No longer do I feel the need to accept excuses. I have been extremely benevolent and kind hearted in regard to the some who are wanting to be a part of this project. But, one can only carry someone else’s weight for so long, before their own legs begin to buckle from too much weight. I am throwing off the dead weight from here on out. I am driven by purpose and powered by compassion. Those are two very important elements to have in this project. My purpose is fueled by my love for mankind; to reach a dark world with the light of Summer Ray – which is ultimately the light of the Lord. She knows she cannot function without Him. She knows she is lost and hopeless, without Him. She knows she must look to Him for her life to be restored. All of these components steer her, to help her steer others in the right direction.
When others drag me down and weigh down my course – it stops the flow of light from getting where it needs to be. And that my friends, is very wrong and will not be tolerated. I am not responsible to meet the needs of the cast and crew, other than what the contracts require. I am not willing to drive to pick anyone up. I am not going to house anymore people. I am not even going to make the phone calls to get people to audition. I am going to make sure notices are posted. Our Casting Director will also make sure the auditions are posted, and what is expected of each role. There are now only a handful of people I have chosen. The rest, I am letting fall by the wayside. I owe nothing to anyone and my obligations are to keep this film project moving forward. But, when it comes to a dead stop due to dead weight, it is time to cut that weight off. My love for people compels and forces me to.

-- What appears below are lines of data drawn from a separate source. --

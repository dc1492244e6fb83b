package resample

import (
	"cmp"
	"context"
	"flag"
	"fmt"
	"math"
	"math/rand/v2"
	"slices"
	"testing"

	"github.com/stretchr/testify/assert"
	"github.com/stretchr/testify/require"
	"pgregory.net/rapid"

	"tailgap/core/curve"
	"tailgap/core/gap"
	"tailgap/core/sample"
)

// shapes are populations without a step.
var shapes = map[string]func(r *rand.Rand) float64{
	"normal":    func(r *rand.Rand) float64 { return r.NormFloat64() },
	"lognormal": func(r *rand.Rand) float64 { return math.Exp(0.8 * r.NormFloat64()) },
	"mixture": func(r *rand.Rand) float64 {
		if r.Float64() < 0.3 {
			return 40 + 4*r.NormFloat64()
		}
		return 20 + 4*r.NormFloat64()
	},
}

func scoresOf(shape string, n int) []float64 {
	r := rand.New(rand.NewPCG(1, 2))
	scores := make([]float64, n)
	for i := range scores {
		scores[i] = shapes[shape](r)
	}
	return scores
}

// sparsePlan asks for so many thresholds evenly over the people, and some
// near both ends. With few thresholds cells are wide and hold many people.
func sparsePlan(scores []float64, thresholds int) Plan {
	counts := sample.Count(scores)
	moments := counts.Moments()
	table := gap.NewTable(counts, moments, curve.FitNormal(moments))
	plan := Plan{Table: table, Weights: []float64{1}, Level: 0.95, Replicates: 2000}
	n := len(counts.Score)
	at := []int{1, 2, 5, 10, 20, n - 20, n - 10, n - 5, n - 2}
	for i := range thresholds {
		at = append(at, (2*i+1)*n/(2*thresholds))
	}
	for _, i := range at {
		plan.Regions = append(plan.Regions, table.Tail(gap.Threshold{At: counts.Score[i], Point: counts.Score[i]}))
	}
	plan.Groups = [][2]int{{0, len(plan.Regions)}}
	plan.Estimates = table.Estimates(plan.Regions)
	return plan
}

// matrix has the covariances of u, u², u³ and u⁴.
type matrix [4][4]float64

func (m *matrix) add(weight float64, a, b [4]float64) {
	for i := range m {
		for j := range m {
			m[i][j] += weight * a[i] * b[j]
		}
	}
}

func (p powers) less(q powers) [4]float64 {
	return [4]float64{p.u1 - q.u1, p.u2 - q.u2, p.u3 - q.u3, p.u4 - q.u4}
}

// multinomial are the covariances of the sums of powers over a resample: n
// times those over the people.
func multinomial(table gap.Table) (mean powers, covariance matrix) {
	n := float64(table.Counts.N)
	for i, u := range table.U {
		p, share := powersOf(u), float64(table.Counts.Count[i])/n
		mean = powers{mean.u1 + share*p.u1, mean.u2 + share*p.u2, mean.u3 + share*p.u3, mean.u4 + share*p.u4}
	}
	for i, u := range table.U {
		d := powersOf(u).less(mean)
		covariance.add(float64(table.Counts.Count[i]), d, d)
	}
	return mean, covariance
}

// Between cells, within them and what is left make the covariance that
// multinomial counts of all scores have: exactly, however wide the cells are.
func TestCellsKeepMeansAndCovariances(t *testing.T) {
	rapid.Check(t, func(t *rapid.T) {
		shape := rapid.SampledFrom([]string{"normal", "lognormal", "mixture"}).Draw(t, "shape")
		scores := scoresOf(shape, rapid.IntRange(3, 2000).Draw(t, "people"))
		tied := rapid.SampledFrom([]float64{0, 0.1, 1}).Draw(t, "step")
		for i := range scores {
			if tied > 0 {
				scores[i] = tied * math.Round(scores[i]/tied)
			}
		}
		counts := sample.Count(scores)
		if len(counts.Score) < 2 {
			return
		}
		moments := counts.Moments()
		table := gap.NewTable(counts, moments, curve.FitNormal(moments))
		first := rapid.SliceOfN(rapid.IntRange(0, len(counts.Score)), 0, 20).Draw(t, "first")
		first = append(first, 0, len(counts.Score))
		slices.Sort(first)
		c := binned(table, slices.Compact(first))

		mean, want := multinomial(table)
		var got matrix
		var sums [4]float64
		for i, people := range c.drawer.counts.Count {
			n, by := float64(people), c.spread[i]
			for j, x := range c.means[i].less(mean) {
				sums[j] += n * x
			}
			got.add(n, c.means[i].less(mean), c.means[i].less(mean))
			got.add(n, [4]float64{by.u1, by.u2, by.u3, by.u4}, [4]float64{by.u1, by.u2, by.u3, by.u4})
			got.add(n, [4]float64{0, by.v2, by.v3, by.v4}, [4]float64{0, by.v2, by.v3, by.v4})
		}
		got.add(1, [4]float64{0, 0, c.rest.three, c.rest.both}, [4]float64{0, 0, c.rest.three, c.rest.both})
		got[3][3] += c.rest.four * c.rest.four
		for i := range got {
			assert.InDelta(t, 0, sums[i], 1e-9*math.Sqrt(want[i][i])*math.Sqrt(float64(counts.N)))
			for j := range got {
				size := math.Sqrt(want[i][i] * want[j][j])
				assert.InDeltaf(t, want[i][j], got[i][j], 1e-9*size, "u^%d with u^%d", i+1, j+1)
			}
		}
	})
}

// What is drawn has those covariances, as have the sums beyond a threshold.
func TestBinnedSumsVaryAsMultinomialOnes(t *testing.T) {
	for shape := range shapes {
		plan := sparsePlan(scoresOf(shape, 3000), 10)
		s := newStudy(plan, binned(plan.Table, edges(&plan)))
		mean, covariance := multinomial(plan.Table)
		n, region := float64(plan.Table.Counts.N), 12
		in := plan.Table.SampleInside(plan.Regions[region])

		const draws = 20_000
		var total matrix
		var tail [3]float64 // squares of the deviations of K, S1 and S2
		for block := range draws / 100 {
			s.stream.restart(9, block)
			for range 100 {
				s.cells.drawer.draw(&s.stream, s.counts)
				all, s3, s4 := s.sumCells()
				inside := s.tails[s.spans[region][0]]
				for i, d := range []float64{inside.K - in.K, inside.S1 - in.S1, inside.S2 - in.S2} {
					tail[i] += d * d / draws
				}
				d := powers{all.S1 / n, all.S2 / n, s3 / n, s4 / n}.less(mean)
				total.add(n*n/draws, d, d)
				require.Equal(t, n, all.K)
			}
		}
		for i := range total {
			for j := range total {
				size := math.Sqrt(covariance[i][i] * covariance[j][j])
				assert.InDeltaf(t, covariance[i][j], total[i][j], 0.06*size, "%s, u^%d with u^%d", shape, i+1, j+1)
			}
		}
		var squares [3]float64
		for i := plan.Regions[region].From; i < len(plan.Table.U); i++ {
			u, count := plan.Table.U[i], float64(plan.Table.Counts.Count[i])
			squares[0] += count
			squares[1] += count * u * u
			squares[2] += count * u * u * u * u
		}
		for i, sum := range []float64{in.K, in.S1, in.S2} {
			exact := squares[i] - sum*sum/n
			assert.InEpsilonf(t, exact, tail[i], 0.06, "%s, sum of u^%d beyond a threshold", shape, i)
		}
	}
}

// largestBy are the largest tenth of T* of all the plan's replicates, the
// largest first, at each place, by the given cells.
func largestBy(plan Plan, c *cells) [][]float64 {
	plan.Level = 0.9
	s := newStudy(plan, c)
	for block := range plan.Blocks() {
		s.block(context.Background(), block, plan.replicates(blocks{{block, block + 1}}), func(int) {})
	}
	all := make([][]float64, plan.places())
	for i := range all {
		kept := s.largest(i)
		kept.shrink()
		for _, square := range kept.values {
			all[i] = append(all[i], math.Sqrt(square))
		}
		slices.SortFunc(all[i], func(a, b float64) int { return cmp.Compare(b, a) })
	}
	return all
}

// difference compares T* of two forms at one place.
type difference struct {
	beyond   float64 // part of the second's replicates beyond the 95% quantile of the first's: 5%, but for Monte Carlo error
	quantile float64 // the second's 95% quantile over the first's, less 1
}

func compare(first, second []float64, replicates int) difference {
	rank := replicates / 20
	beyond := 0
	for _, x := range second {
		if x > first[rank] {
			beyond++
		}
	}
	return difference{float64(beyond) / float64(replicates), second[rank]/first[rank] - 1}
}

// sePartBeyond is the standard error of difference.beyond, both quantile and
// count being from so many replicates.
func sePartBeyond(replicates int) float64 {
	return math.Sqrt(2 * 0.05 * 0.95 / float64(replicates))
}

// The binned form's T*, at each threshold and the largest over all of them,
// goes beyond the direct form's 95% quantile in 5% of the replicates, but for
// Monte Carlo error: 4.5 standard errors of it. testdata/bench has the same
// with more scores and replicates: -accuracy -v makes it.
func TestBinnedQuantilesAreTheDirectOnes(t *testing.T) {
	people, replicates := 1500, 24_000
	if *accuracy {
		people, replicates = 6000, 100_000
	}
	for i, shape := range []string{"normal", "lognormal", "mixture"} {
		plan := sparsePlan(scoresOf(shape, people), 15)
		plan.Replicates, plan.Seed = replicates, uint64(2*i)
		exact := largestBy(plan, direct(plan.Table))
		plan.Seed++
		worst := difference{}
		places := largestBy(plan, binned(plan.Table, edges(&plan)))
		for place, quick := range places {
			d := compare(exact[place], quick, plan.Replicates)
			if math.Abs(d.quantile) > 0.001 { // else it may stand on an atom, where next to nobody is beyond
				assert.InDeltaf(t, 0.05, d.beyond, 4.5*sePartBeyond(plan.Replicates), "%s, place %d", shape, place)
			}
			if place < len(places)-1 && math.Abs(d.quantile) > math.Abs(worst.quantile) {
				worst = d
			}
		}
		band := compare(exact[len(places)-1], places[len(places)-1], plan.Replicates)
		t.Logf("| %s | %d | %+.2f%% (%.2f%% beyond) | %+.2f%% (%.2f%% beyond) |", shape, people, 100*worst.quantile, 100*worst.beyond, 100*band.quantile, 100*band.beyond)
	}
}

var accuracy = flag.Bool("accuracy", false, "compare the binned form with the direct one by more scores and replicates")

func TestFormIsChosenByItsCost(t *testing.T) {
	for _, c := range []struct {
		scores []float64
		binned bool
	}{
		{scoresOf("normal", 100), false},
		{scoresOf("normal", 3000), false},
		{wholeNumbers(200_000), false}, // heavily tied
		{scoresOf("normal", 20_000), true},
		{scoresOf("lognormal", 100_000), true},
	} {
		plan := planFor(c.scores, 1)
		cells := newCells(&plan)
		assert.Equal(t, c.binned, cells.spread != nil, len(c.scores))
		assert.Equal(t, len(c.scores), sum(cells.drawer.counts.Count))
		assert.Less(t, len(cells.means), 3500)
		for _, r := range plan.Regions {
			assert.Equal(t, plan.Table.SampleInside(r).K, float64(sum(cells.drawer.counts.Count[cells.cell(r.From):cells.cell(r.To)])))
		}
	}
}

func sum(counts []int) (all int) {
	for _, count := range counts {
		all += count
	}
	return all
}

// How far the binned form's T* is from the direct form's: the part beyond the
// direct form's 95% quantile, in percent, at the threshold where it is farthest
// from 5, on average, and for the band, with the standard error of one such
// figure; and the quantiles' differences in percent, on average and for the band.
func BenchmarkBinnedForm(b *testing.B) {
	for _, shape := range []string{"normal", "lognormal", "mixture"} {
		for _, n := range []int{2_500, 20_000} {
			plan := planFor(scoresOf(shape, n), 1)
			plan.Replicates = 100_000
			b.Run(fmt.Sprintf("%s/distinct=%d", shape, n), func(b *testing.B) {
				for b.Loop() {
					exact := largestBy(plan, direct(plan.Table))
					plan.Seed++
					quick := largestBy(plan, binned(plan.Table, edges(&plan)))
					mean, worst, thresholds := difference{}, difference{beyond: 0.05}, float64(len(plan.Regions))
					for i := range plan.Regions {
						d := compare(exact[i], quick[i], plan.Replicates)
						mean.beyond += d.beyond / thresholds
						mean.quantile += d.quantile / thresholds
						if math.Abs(d.beyond-0.05) > math.Abs(worst.beyond-0.05) {
							worst = d
						}
					}
					band := compare(exact[len(exact)-1], quick[len(exact)-1], plan.Replicates)
					for name, value := range map[string]float64{
						"worst%": worst.beyond, "mean%": mean.beyond, "band%": band.beyond, "SE%": sePartBeyond(plan.Replicates),
						"mean-quantile%": mean.quantile, "band-quantile%": band.quantile,
					} {
						b.ReportMetric(100*value, name)
					}
				}
			})
		}
	}
}
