package resample

import (
	"context"
	"math"
	"math/rand/v2"

	"tailgap/core/gap"
)

// study is one goroutine's share of the replicates: its scratch space, and
// the largest studentised gaps it has seen.
type study struct {
	plan     Plan
	cells    *cells
	targets  []target    // by region, then weight
	points   []gap.Point // each place where the curve is read, once
	readings []gap.Reading
	ends     [][2]int     // by region, the places of its ends among the points; a tail has one
	spans    [][2]int     // by region, the first cell inside and the first beyond
	counts   []int32      // people drawn, by cell
	tails    []gap.Inside // sums over the cells from this one up; one more entry than cells
	stream   stream
	normal   *rand.Rand // normal numbers from the stream
	region   []largest  // by region, then weight; none where only bands are wanted
	group    []largest  // by group, then weight
	sup      []fraction
}

// fraction is a squared studentised gap, with the division left undone: most
// are compared and forgotten.
type fraction struct{ square, variance float64 }

// target is what stays the same in every replicate of one region and weight.
type target struct {
	gap      float64 // E, the sample's
	binomial float64 // p̃(1-p̃), the sample's
	least    float64 // floor of V*, part of n SE²
	below    float64 // what people unseen add to V*, where the resample's gap is above the sample's
	above    float64 // and where it is below
}

// leastShare is the part of n·SE² that V* is never below. With a given curve
// V* is n·SE² itself: what it can't see in an empty tail, or in norms that
// happen to have a small SD, the limits of the two shares allow for.
func leastShare(plan Plan) float64 {
	if plan.Table.Curve.Fitted {
		return 0.05
	}
	return 1
}

func newStudy(plan Plan, c *cells) *study {
	s := &study{
		plan: plan, cells: c,
		counts: make([]int32, len(c.means)), tails: make([]gap.Inside, len(c.means)+1),
		sup: make([]fraction, len(plan.Weights)),
	}
	s.normal = rand.New(&s.stream)
	k := upperRank(plan.Replicates, plan.Level)
	for _, e := range plan.Estimates {
		p := e.Shrunk()
		for _, w := range plan.Weights {
			se := e.SE(w)
			below, above := e.Unseen(w)
			s.targets = append(s.targets, target{e.Gap(w), p * (1 - p), leastShare(plan) * e.N * se * se, below, above})
			if !plan.BandsOnly {
				s.region = append(s.region, newLargest(k))
			}
		}
	}
	known := map[gap.Point]int{}
	for _, r := range plan.Regions {
		ends := [2]int{s.point(r.Lower, known)}
		if r.Stretch {
			ends[1] = s.point(r.Upper, known)
		}
		s.ends = append(s.ends, ends)
		s.spans = append(s.spans, [2]int{c.cell(r.From), c.cell(r.To)})
	}
	s.readings = make([]gap.Reading, len(s.points))
	for range len(plan.Groups) * len(plan.Weights) {
		s.group = append(s.group, newLargest(k))
	}
	return s
}

// largest is what is kept for one of the plan's places: those of the regions
// first, then those of the groups.
func (s *study) largest(place int) *largest {
	if place < len(s.region) {
		return &s.region[place]
	}
	return &s.group[place-len(s.region)]
}

// point is the index of the point, which is added when it is new.
func (s *study) point(p gap.Point, known map[gap.Point]int) int {
	index, seen := known[p]
	if !seen {
		index = len(s.points)
		known[p] = index
		s.points = append(s.points, p)
	}
	return index
}

// work is a Worker.
func (s *study) work(ctx context.Context, block int, tell func(done int)) {
	s.block(ctx, block, s.plan.replicates(blocks{{block, block + 1}}), tell)
}

// toldAtOnce is how many replicates are made between two tellings of progress,
// which cost as much as some short replicates: a block of them, unless there
// is so much to judge that a block takes many milliseconds.
func (s *study) toldAtOnce() int {
	if len(s.targets) > 1000 {
		return blockSize / 4
	}
	return blockSize
}

// block runs the replicates of one block, telling how many more are done;
// false when the context ended.
func (s *study) block(ctx context.Context, block, size int, tell func(done int)) bool {
	s.stream.restart(s.plan.Seed, block)
	untold, atOnce := 0, s.toldAtOnce()
	for i := range size {
		if ctx.Err() != nil {
			return false
		}
		s.replicate()
		if untold++; untold == atOnce || i == size-1 {
			tell(untold)
			untold = 0
		}
	}
	return true
}

// replicate draws one resample and records its studentised gaps.
func (s *study) replicate() {
	s.cells.drawer.draw(&s.stream, s.counts)
	sums := s.sum()
	if s.plan.Table.Curve.NormN > 0 {
		sums.Norms = s.norms()
	}
	for i := range s.points {
		s.readings[i].Set(&s.plan.Table, &s.points[i], &sums)
	}
	region := 0
	for g, group := range s.plan.Groups {
		if !s.plan.BandsOnly {
			s.judge(region, group[0], &sums)
		}
		for w := range s.sup {
			s.sup[w] = fraction{0, 1}
		}
		s.judge(group[0], group[1], &sums)
		for w, largest := range s.sup {
			s.group[g*len(s.sup)+w].offer(largest.square / largest.variance)
		}
		region = group[1]
	}
	if !s.plan.BandsOnly {
		s.judge(region, len(s.plan.Regions), &sums)
	}
}

// sum fills the tails and returns the moments of the resample.
func (s *study) sum() gap.Sums {
	var all gap.Inside
	var s3, s4 float64
	if s.cells.spread == nil {
		all, s3, s4 = s.sumScores()
	} else {
		all, s3, s4 = s.sumCells()
	}
	return gap.NewSums(all.K, all.S1, all.S2, s3, s4)
}

// sumScores adds up the scores drawn.
func (s *study) sumScores() (tail gap.Inside, s3, s4 float64) {
	for i := len(s.counts) - 1; i >= 0; i-- {
		if s.counts[i] != 0 {
			count, p := float64(s.counts[i]), &s.cells.means[i]
			tail.K += count
			tail.S1 += count * p.u1
			tail.S2 += count * p.u2
			s3 += count * p.u3
			s4 += count * p.u4
		}
		s.tails[i] = tail
	}
	return tail, s3, s4
}

// sumCells adds up the people drawn in cells of many scores: their mean, and
// how they vary about it.
func (s *study) sumCells() (tail gap.Inside, s3, s4 float64) {
	s3, s4 = s.cells.rest.of(s.normal.NormFloat64(), s.normal.NormFloat64())
	for i := len(s.counts) - 1; i >= 0; i-- {
		if s.counts[i] != 0 {
			count, p, by := float64(s.counts[i]), &s.cells.means[i], &s.cells.spread[i]
			tail.K += count
			tail.S1 += count * p.u1
			tail.S2 += count * p.u2
			s3 += count * p.u3
			s4 += count * p.u4
			if by.u1 > 0 {
				root := math.Sqrt(count)
				along, beside := root*s.normal.NormFloat64(), root*s.normal.NormFloat64()
				tail.S1 += by.u1 * along
				tail.S2 += by.u2*along + by.v2*beside
				s3 += by.u3*along + by.v3*beside
				s4 += by.u4*along + by.v4*beside
			}
		}
		s.tails[i] = tail
	}
	return tail, s3, s4
}

// judge records the squared studentised gaps of the regions from (in) to
// (out), at each weight.
func (s *study) judge(from, to int, sums *gap.Sums) {
	var e gap.Estimate
	at := from * len(s.plan.Weights)
	for i := from; i < to; i++ {
		s.estimate(&e, i, sums)
		for w, weight := range s.plan.Weights {
			target, sup := &s.targets[at], &s.sup[w]
			d := e.Gap(weight) - target.gap
			f := fraction{d * d * e.N, e.V + e.KappaUnfloored(weight)*target.binomial}
			if f.variance < target.least {
				f.variance = target.least
			}
			if d > 0 {
				f.variance += target.below
			} else {
				f.variance += target.above
			}
			if !s.plan.BandsOnly {
				if kept := &s.region[at]; f.square >= kept.floor*f.variance {
					kept.offer(f.square / f.variance)
				}
			}
			if f.square*sup.variance > sup.square*f.variance {
				*sup = f
			}
			at++
		}
	}
}

// estimate sets one region's estimate from the resample.
func (s *study) estimate(e *gap.Estimate, region int, sums *gap.Sums) {
	r, ends, span := &s.plan.Regions[region], s.ends[region], s.spans[region]
	above, beyond := &s.tails[span[0]], &s.tails[span[1]]
	inside := gap.Inside{K: above.K - beyond.K, S1: above.S1 - beyond.S1, S2: above.S2 - beyond.S2}
	if !r.Stretch {
		e.Set(r, sums, &s.readings[ends[0]], inside)
		return
	}
	reading := s.readings[ends[0]]
	reading.Subtract(&s.readings[ends[1]], sums)
	e.Set(r, sums, &reading, inside)
}
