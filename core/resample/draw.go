package resample

import "tailgap/core/sample"

// drawer draws resampled count tables: n people with replacement from the
// people of a count table.
type drawer struct {
	counts sample.Counts
	rows   []uint32 // for each person, the index of the score: index draws; nil: conditional binomials
}

// newDrawer chooses the faster way for the table: an index draw for each
// person, or a binomial draw for each distinct score.
func newDrawer(counts sample.Counts) drawer {
	d := drawer{counts: counts}
	if counts.N <= costOfBinomial*len(counts.Count) {
		d.rows = make([]uint32, 0, counts.N)
		for i, count := range counts.Count {
			for range count {
				d.rows = append(d.rows, uint32(i))
			}
		}
	}
	return d
}

// draw fills into with a resample's counts of the distinct scores.
func (d *drawer) draw(r *stream, into []int32) {
	switch {
	case d.rows == nil:
		d.drawBinomials(r, into)
	case len(d.rows) > 1<<12:
		drawPeople(r, d.rows, into)
	default:
		drawFewPeople(r, d.rows, into)
	}
}

// drawPeople draws as many rows as there are, with replacement, by Lemire's
// (2019) multiply-shift with rejection, so that everyone has the same chance.
func drawPeople(r *stream, rows []uint32, into []int32) {
	clear(into)
	n := uint64(len(rows))
	reject := (1 << 32) % n
	for range rows {
		product := (r.Uint64() >> 32) * n
		for product&0xffffffff < reject {
			product = (r.Uint64() >> 32) * n
		}
		into[rows[product>>32]]++
	}
}

// drawFewPeople does the same with four draws from each 64 bits, of which 16
// are enough for one. This is the innermost loop of most answers, and calls
// and memory are slow in WebAssembly: so it is written out, and keeps the
// stream in its hands.
func drawFewPeople(r *stream, rows []uint32, into []int32) {
	clear(into)
	state := *r
	left, n := len(rows), uint32(len(rows))
	reject := (1 << 16) % n
	var random uint64
	for left >= 4 {
		random, state = state.next()
		first, second := uint32(random>>48)*n, uint32(random>>32&0xffff)*n
		third, fourth := uint32(random>>16&0xffff)*n, uint32(random&0xffff)*n
		if first&0xffff >= reject {
			into[rows[first>>16]]++
			left--
		}
		if second&0xffff >= reject {
			into[rows[second>>16]]++
			left--
		}
		if third&0xffff >= reject {
			into[rows[third>>16]]++
			left--
		}
		if fourth&0xffff >= reject {
			into[rows[fourth>>16]]++
			left--
		}
	}
	for left > 0 {
		random, state = state.next()
		if product := uint32(random>>48) * n; product&0xffff >= reject {
			into[rows[product>>16]]++
			left--
		}
	}
	*r = state
}

// drawBinomials draws a multinomial as binomials, each conditional on those before.
func (d *drawer) drawBinomials(r *stream, into []int32) {
	people, left := d.counts.N, d.counts.N
	for i, count := range d.counts.Count {
		drawn := 0
		if left > 0 {
			drawn = r.binomial(left, float64(count)/float64(people))
		}
		into[i] = int32(drawn)
		people -= count
		left -= drawn
	}
}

I will be as detailed as I possibly can in regard to what is expected. Look for updates on the Facebook – The Memoirs of Summer Ray page, or this website. We are moving forward, not to be slowed down any longer! Just think how much easier it will be, to not have to swim or paddle upstream against the current of crap. Just think how much freer we will be, without all of the excuses. Don’t give me excuses, when people are in such desperate need of light, love and hope.